By | October 8, 2009

The economic outlook should brighten in 2010-2011 for the Mississippi and Alabama coasts, but that’s not the case for the New Orleans area, an economist said this week at a regional economic forum.

Lack of business investment within a still-untested levee system and recession-generated convention and corporate travel woes are creating a “very tragic” outlook for the New Orleans area, Loren Scott said.

Of metropolitan areas Scott examined in coastal Louisiana, Mississippi and Alabama, New Orleans was alone with a slim outlook for major business expansion as the nation begins to pull up from the recession. Scott’s forecast came during the Hancock Bank Gulf Coast Economic Symposium in Biloxi.

Hurricane Katrina demolished New Orleans and the Mississippi coast, and damaged southwest Alabama, when it struck Aug. 29, 2005. While the Mississippi casino business has rebuilt and hasn’t faced another storm, New Orleans took a glancing blow from Hurricane Gustav in 2008. The evacuation and shutdown of the city — and businesses — for days gave companies even more to think about when considering the area for expansion, Scott said. The city was abandoned for weeks after Katrina.

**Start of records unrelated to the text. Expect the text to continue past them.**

import { choleskyInPlace, solveLowerInPlace, solveLowerTransposedInPlace } from '../kernels/index.js';
import { type CovarianceFamily, correlationFunction } from './covariance/families.js';
import type { FieldGeometry } from './field-data.js';
import { FieldLikelihood, type FieldParameters } from './likelihood.js';
import { createLikelihood } from './profiled-likelihood.js';

/**
 * Closed-form leave-one-out of one field: residual e_i = (Qz)_i/Q_ii and the variance 1/Q_ii of the left-out
 * *observation* (nugget and sampling error in), covariance parameters held (Dubrule 1983, Math. Geol. 15:687–699).
 *
 * @param data       one or more sets of n values; @param residuals one Float64Array(n) a set, written
 * @param variance   n, written
 */
export function leaveOneOutField(
  geometry: FieldGeometry,
  family: CovarianceFamily,
  parameters: FieldParameters,
  errorVariance: Float64Array,
  data: readonly Float64Array[],
  residuals: readonly Float64Array[],
  variance: Float64Array,
): void {
  const likelihood = createLikelihood(geometry, family, errorVariance);
  const diagonal = new Float64Array(geometry.n);
  data.forEach((z, d) => {
    likelihood.evaluate(z, parameters);
    if (d === 0) likelihood.diagonalOfQ(diagonal);
    const qz = likelihood.weights;
    for (let i = 0; i < geometry.n; i++) residuals[d][i] = qz[i] / diagonal[i];
  });
  for (let i = 0; i < geometry.n; i++) variance[i] = 1 / diagonal[i];
}

/**
 * Leave-group-out: residuals e_I = (Q_II)⁻¹(Qz)_I and their covariance (Q_II)⁻¹ (Dubrule 1983).
 * @returns residuals (k) and covariance (k × k, row-major) in the order of `group`
 */
export function leaveGroupOutField(
  geometry: FieldGeometry,
  family: CovarianceFamily,
  parameters: FieldParameters,
  errorVariance: Float64Array,
  z: Float64Array,
  group: readonly number[],
): { residuals: Float64Array; covariance: Float64Array } {
  const likelihood = new FieldLikelihood(geometry, correlationFunction(family), errorVariance);
  likelihood.evaluate(z, parameters);
  const q = likelihood.fullQ();
  const k = group.length;
  const block = new Float64Array(k * k);
  for (let a = 0; a < k; a++) {
    for (let b = 0; b < k; b++) block[a * k + b] = q[group[a] * geometry.n + group[b]];
  }
  choleskyInPlace(block, k);
  const solve = (x: Float64Array): Float64Array => {
    solveLowerInPlace(block, k, x);
    solveLowerTransposedInPlace(block, k, x);
    return x;
  };
  const residuals = solve(Float64Array.from(group, (i) => likelihood.weights[i]));
  const covariance = new Float64Array(k * k);
  for (let a = 0; a < k; a++) {
    const unit = new Float64Array(k);
    unit[a] = 1;
    covariance.set(solve(unit), a * k);
  }
  return { residuals, covariance };
}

By contrast, Scott expects a fairly positive outlook for Pascagoula, Miss., with oil and gas and manufacturing projects on tap, and Mobile, Ala., where military and manufacturing work should create jobs over the next two years. Jobs and revenue lost by the casino industry in Biloxi-Gulfport due to the recession are not permanent and should recover, he said.

While employment still hasn’t regained pre-Katrina status in Biloxi-Gulfport, Scott said the region is “way better off than New Orleans.”

Job levels for New Orleans have been below 1980 totals and Scott expects the area to be Louisiana’s slowest growing in 2010-2011. He planned to release a detailed forecast for Louisiana metro areas on Wednesday.

While Scott said more than $10 billion in construction work is planned or should be under way in the New Orleans area during the period, much of it is in infrastructure construction and not tied to new business. Expected job losses at Lockheed Martin Space Systems as the company’s space shuttle work winds down likely will overwhelm other gains in manufacturing, he said.